Photos courtesy of Aliza Worthington.

  • http://www.feministstories.com Jennifer Lee

    I loved this piece. Thank you!

    • Aliza Worthington

      Thank YOU, Jennifer!

  • Brian Bowman

    And how do you feel about Jack Benny. I love listening to his old radio programs. So much of his humor was related to his (mythical) stinginess.

    Does that bother you as well?

    Brian

    • Aliza Worthington

      Honestly, I have never been a Jack Benny fan, having nothing to do with that. That’s a really interesting question, though. While I don’t necessarily fear or dread a fellow Jew joking about this stereotype, I do cringe and wish they wouldn’t do it. When a powerful NON-Jew speaks such things to millions of people, it does give me a knot in the pit of my stomach, and I actually do feel a twinge of fear. Rational or not.

      Thank you so much, Brian, for that thoughtful reply. :)

  • Anne Born

    You reminded me of the scene in Annie Hall where Woody Allen keeps saying “Jew eat?” http://www.youtube.com/watch?v=DaPBhxXhprg

    It pays to keep that sense of humor.

    Thanks for posting this!

    • Aliza Worthington

      And, here’s where I get my Jew card revoked. I’ve never seen Annie Hall. 😮

      • http://findingblanche.com Wendy Scherer

        You’re kidding! Rent it next rainy day. It’s one of my all time favorites.

      • Anne Born

        Annie Hall is required – Diane Keaton is splendid, the photography/cinematography is some of Allen’s best. I love New York! La-di-da, la-di-da.

  • Marti Teitelbaum

    In my case, the “ish” part is well integrated into the Jew part. I was brought up with a rather intense Judaism, my 3 daughters were all Bat Mitzvahed (as I was), and I can read Hebrew and understand a little. But I’m with you on the reactions to jokes or comments.
    I don’t watch or listen or even think about The View. The only thing I’ve heard about it recently was about Jenny McCarthy being part of it and I only heard about it because of her foolish and false claims about vaccines. (My background is public health and I view vaccines as not only life-saving but also one of the most natural things you can do to prevent illness). So imagine my shock in seeing her name linked to another ugly/stupid (can’t decide which is most prominent) point of view. I also have no idea what good ol’ Miley Cyrus was referring too, but they obviously are both idiots. I’m not oversensitive or constantly accusing people of antisemitism (in fact, because of my criticisms of Israel, I’ve been accused of being antisemitic), but those comments are antisemitic. Jenny McCarthy shouldn’t be given the fame & fortune associated with The View in any case, but that’s even more clear now.

    • Aliza Worthington

      Thank you for that comment, Marti – it’s validating and re-assuring. :)

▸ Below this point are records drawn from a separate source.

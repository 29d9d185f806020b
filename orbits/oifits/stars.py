"""Stars: which targets of one name are one star, by where they stand in the sky."""

import math
from dataclasses import dataclass
from typing import Self

from .model import Target

SAME_PLACE = 1 / 60
"""Nearer than this, deg, targets of one name are one star: an arcminute, for coordinates are
rounded and stars move."""
SAME_EQUINOX = 1.0
"""Positions of equinoxes less than this apart, yr, can be compared: in that time, precession
shifts them by 50 arcsec."""


@dataclass(frozen=True)
class Place:
    """Where a star stands, deg, at an equinox, yr."""

    ra: float
    dec: float
    equinox: float

    @property
    def known(self) -> bool:
        """Whether it can be a position: 0, 0 and NaN stand for unknown ones."""
        return abs(self.ra) <= 360 and abs(self.dec) <= 90 and (self.ra != 0 or self.dec != 0)

    def away(self, other: Self) -> float | None:
        """Degrees from here to `other`; None where one is unknown or the equinoxes differ."""
        comparable = self.known and other.known
        if not comparable or not abs(self.equinox - other.equinox) < SAME_EQUINOX:
            return None
        a, b = math.radians(self.dec), math.radians(other.dec)
        half = math.sin(math.radians(other.ra - self.ra) / 2)
        square = math.sin((b - a) / 2) ** 2 + math.cos(a) * math.cos(b) * half**2
        return math.degrees(2 * math.asin(min(1.0, math.sqrt(square))))


def places(table: Target) -> list[Place]:
    """Where each target of a table stands."""
    columns = (table.raep0, table.decep0, table.equinox)
    return [Place(*row) for row in zip(*(column.tolist() for column in columns), strict=True)]


class Stars:
    """Gives names to stars so that no two share one.

    Names that differ in case or blanks only are the same. A star whose name belongs to another
    one gets a number after it.
    """

    def __init__(self) -> None:
        self._places: dict[str, Place] = {}

    def name(self, wanted: str, place: Place) -> tuple[str, float]:
        """The name of the star called `wanted`, and its distance, deg, from who has that name.

        The distance is 0 for all that keep their name.
        """
        name, number, away = wanted, 1, 0.0
        while (distance := self._distance(name, place)) >= SAME_PLACE:
            number, away = number + 1, away or distance
            name = f"{wanted}_{number}"
        known = self._places.get(plain(name))
        if known is None or not known.known:
            self._places[plain(name)] = place
        return name, away

    def _distance(self, name: str, place: Place) -> float:
        """Degrees from the star that has that name; 0 if there is none, or no telling."""
        known = self._places.get(plain(name))
        return 0.0 if known is None else known.away(place) or 0.0


def plain(name: str) -> str:
    """A name for comparison: without regard to case and repeated blanks."""
    return " ".join(name.split()).casefold()
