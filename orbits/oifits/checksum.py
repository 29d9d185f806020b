"""The FITS checksum keywords (FITS Standard 4.0, appendix J; Seaman, Pence & Rots 2012).

The data of an HDU, and the whole HDU, are summed as 32-bit numbers in ones' complement. DATASUM is
the sum of the data in decimal; CHECKSUM is chosen such that the whole HDU sums to -0.
"""

import numpy as np

from .blocks import HDU

ALL_ONES = 0xFFFFFFFF


def ones_sum(data: bytes | np.ndarray, start: int = 0) -> int:
    """Ones' complement sum of big-endian 32-bit words, continued from `start`."""
    data = np.frombuffer(data, dtype=np.uint8)
    whole = data.size // 4 * 4
    # Words of 32 bits: 2^32 of them fit into 64 bits, far more than a file has.
    total = start + int(data[:whole].view(">u4").sum(dtype=np.uint64))
    tail = bytes(data[whole:])
    total += int.from_bytes(tail.ljust(4, b"\0"), "big")
    while total > ALL_ONES:
        total = (total & ALL_ONES) + (total >> 32)
    return total


def encode(total: int) -> str:
    """The 16 letters that, stored as the value of CHECKSUM, cancel a sum of `total`.

    Each byte of the complement is spread over four letters; pairs are moved in opposite
    directions until none of them is punctuation.
    """
    value = ALL_ONES - total
    letters = np.zeros((4, 4), dtype=int)
    for place in range(4):
        byte = value >> (24 - 8 * place) & 0xFF
        quarter, rest = divmod(byte, 4)
        quad = np.full(4, quarter + ord("0"))
        quad[0] += rest
        while any(chr(letter) in ":;<=>?@[\\]^_`" for letter in quad):
            for first in (0, 2):
                if any(chr(letter) in ":;<=>?@[\\]^_`" for letter in quad[first : first + 2]):
                    quad[first] += 1
                    quad[first + 1] -= 1
        letters[:, place] = quad
    flat = letters.ravel()
    return "".join(chr(letter) for letter in np.roll(flat, 1))


def verify(hdu: HDU) -> str | None:
    """Which checksum keyword of an HDU is contradicted by its bytes; None if none is."""
    stated, sealed = hdu.header.text("DATASUM"), hdu.header.text("CHECKSUM")
    # The standard allows CHECKSUM to be left as zeros or blanks, meaning not computed.
    if not stated and not sealed.strip("0"):
        return None
    data = ones_sum(hdu.data)
    if stated and not (stated.isdigit() and int(stated) % ALL_ONES == data % ALL_ONES):
        return "DATASUM"
    if sealed.strip("0"):
        total = ones_sum(hdu.raw_header, data)
        if total not in (0, ALL_ONES):
            return "CHECKSUM"
    return None
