"""OIFITS, the open exchange format of optical interferometry: reading, checking, writing."""

from ..problems import Problem, Severity
from .epochs import observations, read, read_epochs
from .joining import join
from .loading import load
from .model import T3, Array, Corr, Flux, Inspol, OIFile, Target, Vis, Vis2, Wavelength
from .observables import ErrorBars
from .selecting import Selection, select

__all__ = [
    "T3",
    "Array",
    "Corr",
    "ErrorBars",
    "Flux",
    "Inspol",
    "OIFile",
    "Problem",
    "Selection",
    "Severity",
    "Target",
    "Vis",
    "Vis2",
    "Wavelength",
    "join",
    "load",
    "observations",
    "read",
    "read_epochs",
    "select",
]
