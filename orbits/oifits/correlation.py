"""Correlations between data: OI_CORR as a sparse matrix over the data that are kept.

All data that share a CORRNAME are numbered from 1; a row's channels take consecutive numbers from
its CORRINDX. OI_CORR lists pairs of numbers; pairs that are not listed are independent, and every
datum has the correlation 1 with itself (Duvert et al. 2017, A&A 597, A8, section 5.7).
"""

from collections.abc import Sequence
from dataclasses import dataclass, replace
from typing import TYPE_CHECKING

import numpy as np

from .model import Corr, DataTable, OIFile

if TYPE_CHECKING:
    from scipy.sparse import coo_array, csr_array

RIDGE = 0.01
"""Smallest eigenvalue that a repaired matrix has: no combination of data may count for more than
100 times what its own errors say, which is what a matrix that is wrong would make of it."""


MOST_NUMBERS = 2**31 - 1
"""CORRINDX has 32 bits; an NDATA beyond that is a fault of the file."""
ROUNDING = 1e-3
"""Eigenvalues above minus this may be 0 but for the digits that were written. A matrix with zeros
is right as it is: sets of closure phases are redundant."""
LARGE = 1500
"""Groups beyond this size have their smallest eigenvalue found by iteration."""


class Lookup:
    """A function of whole numbers given at some points; of equal points the first counts."""

    def __init__(self, points: np.ndarray, values: np.ndarray) -> None:
        order = np.argsort(points, kind="stable")
        self._points, self._values = points[order], values[order]

    def __call__(self, queries: np.ndarray) -> np.ndarray:
        """The values at `queries`; -1 where none is given."""
        if not self._points.size:
            return np.full(queries.shape, -1)
        place = np.searchsorted(self._points, queries).clip(max=self._points.size - 1)
        return np.where(self._points[place] == queries, self._values[place], -1)


class Numbers:
    """Numbers of data through all the OI_CORR tables of a file, from 0."""

    def __init__(self, file: OIFile) -> None:
        self.tables = file.correlations
        sizes = [min(max(table.ndata, 0), MOST_NUMBERS) for table in self.tables]
        starts = np.concatenate([[0], np.cumsum(sizes, dtype=np.int64)])
        self.total = int(starts[-1])
        self._range = {
            table.corrname: (int(start), size)
            for table, start, size in zip(self.tables, starts[:-1], sizes, strict=True)
        }

    def of(self, table: DataTable, index: str) -> np.ndarray | None:
        """(nrow, nwave) numbers of a quantity whose first number is in the column `index`.

        -1 stands for data without correlations; None if that is all of them.
        """
        if table.corrname not in self._range or table[index] is None:
            return None
        start, size = self._range[table.corrname]
        local = table[index].astype(np.int64)[:, None] - 1 + np.arange(table.flag.shape[1])
        return np.where((local >= 0) & (local < size), start + local, -1)

    def pairs(self, table: Corr) -> tuple[np.ndarray, np.ndarray, np.ndarray]:
        """Numbers of the two data of each row of `table`, and which rows name data that exist."""
        start, size = self._range[table.corrname]
        i, j = table.iindx.astype(np.int64) - 1, table.jindx.astype(np.int64) - 1
        valid = (i >= 0) & (i < size) & (j >= 0) & (j < size)
        return start + i, start + j, valid

    def matrix(self, numbers: np.ndarray) -> "csr_array | None":
        """Correlation matrix of data with these numbers (-1: none); None if all are independent."""
        from scipy.sparse import coo_array, eye_array

        known = np.flatnonzero(numbers >= 0)
        place = Lookup(numbers[known], known)
        rows, cols, values = [], [], []
        for table in self.tables:
            i, j, keep = self.pairs(table)
            # NaN fails the second condition too.
            keep &= (i != j) & (np.abs(table.corr) <= 1) & (table.corr != 0)
            i, j = place(i[keep]), place(j[keep])
            kept = (i >= 0) & (j >= 0)
            rows.append(i[kept])
            cols.append(j[kept])
            values.append(table.corr[keep][kept])
        i, j, r = (np.concatenate(parts) for parts in (rows, cols, values))
        if not i.size:
            return None
        # A pair that is listed twice, in whichever order, counts once.
        _, first = np.unique(np.minimum(i, j) * len(numbers) + np.maximum(i, j), return_index=True)
        i, j, r = i[first], j[first], r[first]
        shape = (len(numbers), len(numbers))
        upper = coo_array((r, (i, j)), shape=shape)
        return (upper + upper.T + eye_array(len(numbers))).tocsr()


@dataclass(frozen=True)
class Repair:
    """What it took to make a matrix one of correlations, without negative eigenvalues."""

    blocks: int
    """Groups of correlated data that had to be changed."""
    smallest: float
    """The smallest eigenvalue before."""


def mended(matrix: "csr_array") -> tuple["csr_array", Repair | None]:
    """`matrix` with the correlations of each group that cannot be those of any data made smaller.

    Data that correlate with each other, directly or through others, form a group. All correlations
    of such a group are multiplied by the factor that lifts its smallest eigenvalue to `RIDGE`.
    """
    from scipy.sparse.csgraph import connected_components

    _, group = connected_components(matrix, directed=False)
    entries = matrix.tocoo()
    factor = np.ones(len(group))
    smallest, changed = np.inf, 0
    sizes = np.bincount(group)
    for size in np.unique(sizes[sizes > 1]):
        lowest = _lowest_eigenvalues(entries, group, np.flatnonzero(sizes == size), int(size))
        for which, value in lowest.items():
            if value < -ROUNDING:
                factor[group == which] = (1 - RIDGE) / (1 - value)
                smallest, changed = min(smallest, value), changed + 1
    if not changed:
        return matrix, None
    values = np.where(entries.row == entries.col, 1.0, entries.data * factor[entries.row])
    shrunk = matrix.copy()
    shrunk.data = values  # the entries of a csr matrix and of its coo twin are in the same order
    return shrunk, Repair(changed, smallest)


def _lowest_eigenvalues(
    entries: "coo_array", group: np.ndarray, chosen: np.ndarray, size: int
) -> dict[int, float]:
    """The smallest eigenvalue of each of the groups `chosen`, all of `size` data."""
    members = np.flatnonzero(np.isin(group, chosen))
    members = members[np.argsort(group[members], kind="stable")].reshape(-1, size)
    place = np.full(len(group), -1)
    place[members] = np.arange(size)
    if size > LARGE:
        return {int(group[rows[0]]): _lowest_by_iteration(entries, rows) for rows in members}
    block = np.full(len(group), -1)
    block[members] = np.arange(len(members))[:, None]
    inside = block[entries.row] >= 0
    row, col = entries.row[inside], entries.col[inside]
    dense = np.zeros((len(members), size, size))
    dense[block[row], place[row], place[col]] = entries.data[inside]
    lowest = np.linalg.eigvalsh(dense)[:, 0]
    return dict(zip(group[members[:, 0]].tolist(), lowest.tolist(), strict=True))


def _lowest_by_iteration(entries: "coo_array", rows: np.ndarray) -> float:
    from scipy.sparse import eye_array
    from scipy.sparse.linalg import eigsh

    # The tolerance is relative: with 1 added, an eigenvalue near 0 is no harder than any other.
    block = entries.tocsr()[rows][:, rows] + eye_array(rows.size)
    start = np.cos(np.arange(rows.size))  # any start without symmetry, the same in every run
    lowest = eigsh(block, k=1, which="SA", v0=start, tol=1e-3, ncv=60, return_eigenvectors=False)
    return float(lowest[0]) - 1


@dataclass(frozen=True)
class Cut:
    """What remained of a table of data, with CORRINDX still as they were before."""

    after: DataTable
    channels: np.ndarray
    """Which channels they were, in the order they have now."""


def renumbered(
    correlations: Sequence[Corr], cuts: Sequence[Cut]
) -> tuple[list[Corr], list[DataTable]]:
    """The tables that remained, numbered anew, and their correlations in the new numbers."""
    tables: list[DataTable] = []
    old: dict[str, list[np.ndarray]] = {c.corrname: [] for c in correlations}
    count = dict.fromkeys(old, 0)
    for cut in cuts:
        table, name = cut.after, cut.after.corrname
        changes: dict[str, np.ndarray] = {}
        for _, _, index in table.quantities if name in old else ():
            if table[index] is None:
                continue
            before = table[index].astype(np.int64)[:, None] + cut.channels
            changes[index.lower()] = count[name] + 1 + len(cut.channels) * np.arange(len(table))
            count[name] += before.size
            old[name].append(before.ravel())
        tables.append(replace(table, **changes) if changes else table)
    kept: list[Corr] = []
    for table in correlations:
        if not count[table.corrname]:
            continue
        before = np.concatenate(old[table.corrname])
        new = Lookup(before, np.arange(1, before.size + 1))
        exist = (np.minimum(table.iindx, table.jindx) >= 1) & (
            np.maximum(table.iindx, table.jindx) <= table.ndata
        )
        i, j = new(table.iindx), new(table.jindx)
        rows = exist & (i > 0) & (j > 0)
        kept.append(
            replace(
                table.select(rows),
                ndata=before.size,
                iindx=np.minimum(i, j)[rows],
                jindx=np.maximum(i, j)[rows],
            )
        )
    return kept, tables
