"""Binary tables: the columns of an HDU as NumPy arrays, without interpretation beyond FITS."""

import re
from dataclasses import dataclass

import numpy as np

from .blocks import HDU

_SIZES = {
    "A": 1,
    "L": 1,
    "B": 1,
    "I": 2,
    "J": 4,
    "K": 8,
    "E": 4,
    "D": 8,
    "C": 8,
    "M": 16,
    "P": 8,
    "Q": 16,
}
_NUMPY = {
    "L": "u1", "B": "u1", "I": ">i2", "J": ">i4", "K": ">i8",
    "E": ">f4", "D": ">f8", "C": ">c8", "M": ">c16",
}  # fmt: skip
CARDS = ("TTYPE", "TFORM", "TUNIT", "TNULL", "TSCAL", "TZERO", "TDISP", "TDIM")


class Malformed(Exception):
    """The table contradicts itself; the message says how."""


@dataclass(frozen=True)
class Field:
    """One column as it stands in the file."""

    name: str
    code: str
    repeat: int
    unit: str
    offset: int
    width: int
    """Bytes of a row."""
    cards: dict[str, object]


class BinTable:
    """The fields of a BINTABLE and their values."""

    def __init__(self, hdu: HDU) -> None:
        header = hdu.header
        if header.text("XTENSION") not in ("BINTABLE", "A3DTABLE") or header.get("NAXIS") != 2:
            raise Malformed("it is not a binary table")
        self.row_bytes, self.nrow = header.get("NAXIS1"), header.get("NAXIS2")
        count = header.get("TFIELDS")
        if isinstance(count, bool) or not isinstance(count, int) or not 0 <= count <= 999:
            raise Malformed(f"keyword TFIELDS is {count!r}")
        self.fields: list[Field] = []
        offset = 0
        for number in range(1, count + 1):
            self.fields.append(_field(header, number, offset))
            offset += self.fields[-1].width
        if offset != self.row_bytes:
            raise Malformed(f"its columns take {offset} bytes a row, NAXIS1 says {self.row_bytes}")
        if len(hdu.data) < self.nrow * self.row_bytes:
            raise Malformed(f"it has {len(hdu.data)} bytes, too few for {self.nrow} rows")
        self._bytes = np.frombuffer(hdu.data, dtype=np.uint8)[: self.nrow * self.row_bytes]
        self._bytes = self._bytes.reshape(self.nrow, self.row_bytes)
        start = header.get("THEAP")
        regular = isinstance(start, int) and self._bytes.size <= start <= len(hdu.data)
        self._heap = hdu.data[start if regular else self._bytes.size :]

    def raw(self, field: Field) -> np.ndarray:
        """(nrow, width) uint8: the bytes of a column."""
        return self._bytes[:, field.offset : field.offset + field.width]

    @property
    def heap(self) -> bytes:
        """What columns of varying length point into; empty without such columns."""
        return bytes(self._heap) if any(field.code in "PQ" for field in self.fields) else b""

    def values(self, field: Field) -> np.ndarray:
        """(nrow, repeat) in the file's own type, or scaled where it says so; text as (nrow,) bytes.

        The array is a view of the file's bytes where it can be.
        """
        values = self._stored(field)
        scale, zero = field.cards.get("TSCAL", 1), field.cards.get("TZERO", 0)
        if field.code in "AL" or (scale == 1 and zero == 0):
            return values
        with np.errstate(over="ignore", invalid="ignore"):  # scales can be any numbers
            return values.astype(np.float64) * scale + zero

    def nulls(self, field: Field) -> np.ndarray | None:
        """(nrow, repeat) bool: where a column of whole numbers has none; None if nowhere."""
        null = field.cards.get("TNULL")
        if field.code not in "BIJK" or null is None:
            return None
        missing = self._stored(field) == null
        return missing if missing.any() else None

    def _stored(self, field: Field) -> np.ndarray:
        """(nrow, repeat) in the file's own type, text as (nrow,) bytes; before any scaling."""
        form = f"S{field.width}" if field.code == "A" else _NUMPY.get(field.code)
        if form is None:
            raise Malformed(f"column {field.name} has the form {field.cards['TFORM']!r}")
        if field.width == 0:
            return np.empty((self.nrow, 0), dtype="u1" if field.code == "A" else form)
        dtype = np.dtype(form)
        values = (
            np.ndarray(
                (self.nrow, 1 if field.code == "A" else field.repeat),
                dtype,
                buffer=self._bytes,
                offset=field.offset,
                strides=(self.row_bytes, dtype.itemsize),
            )
            if self.nrow
            else np.empty((0, 1 if field.code == "A" else field.repeat), dtype)
        )
        return values[:, 0] if field.code == "A" else values


def _field(header, number: int, offset: int) -> Field:
    cards = {}
    for stem in CARDS:
        value = header.get(f"{stem}{number}")
        if value is not None:
            cards[stem] = value
    form = str(cards.get("TFORM", "")).strip()
    match = re.match(r"(\d{0,9})([LXBIJKAEDCMPQ])", form)
    name = str(cards.get("TTYPE", "")).strip()
    if match is None:
        raise Malformed(f"column {name or number} has the form {form!r}")
    for stem in ("TSCAL", "TZERO"):
        if not isinstance(cards.get(stem, 0), int | float):
            raise Malformed(f"column {name or number} has {stem} {cards[stem]!r}")
    repeat, code = int(match[1] or 1), match[2]
    width = (repeat + 7) // 8 if code == "X" else repeat * _SIZES[code]
    unit = str(cards.get("TUNIT", "")).strip()
    return Field(name, code, repeat, unit, offset, width, cards)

  • http://musingsonmotherhoodmidlife.com Estelle Sobel Erasmus

    Wow. You nailed it once again my friend. Love you.
    Estelle

    • Aliza Worthington

      Love you, too. :) xo

  • http://www.theculturemom.com Holly

    Jewish to the core – that’s me in a nutshell, too. Fabulous piece.

    • Aliza Worthington

      Thanks, girlie. :)

  • Pamela

    Hi Aliza – I enjoyed the piece and have to say that where I sit, when a 70 year old Jewish man tells me how to run my career, I say “thanks Dad”. And I am grateful that my 12 year old former Hannah Montana fan thinks that today’s Miley is pretty ichsa.

    • Aliza Worthington

      Ha! “Thanks, Dad.” I love it. :)

  • http://www.lostinsuburbia.com Tracy Beckerman

    Such a great piece Aliza and I can relate on just about every level. I actually write “jokes” for my rabbi to tell at the high holiday services (he leads off each sermon with a funny story), so believe me, I’m right there with you in making fun of our religion. However, I am also deeply offended and really angered by the cheap jew jokes. They are mean-spirited and come from a place of ignorance and prejudice. Thanks for speaking out on this. More of us need to say, “No, it’s not funny!”

    • Aliza Worthington

      “They are mean-spirited and come from a place of ignorance and prejudice.”

      YES! That is why I hate them! Thank you, Tracy – and it sounds like yours is a synagogue I’d enjoy attending. You know. If it wasn’t 150 miles away.

  • http://www.lindsaydahl.com Lindsay

    I really enjoyed this post, refreshing, honest, to the point and well written. Thank you!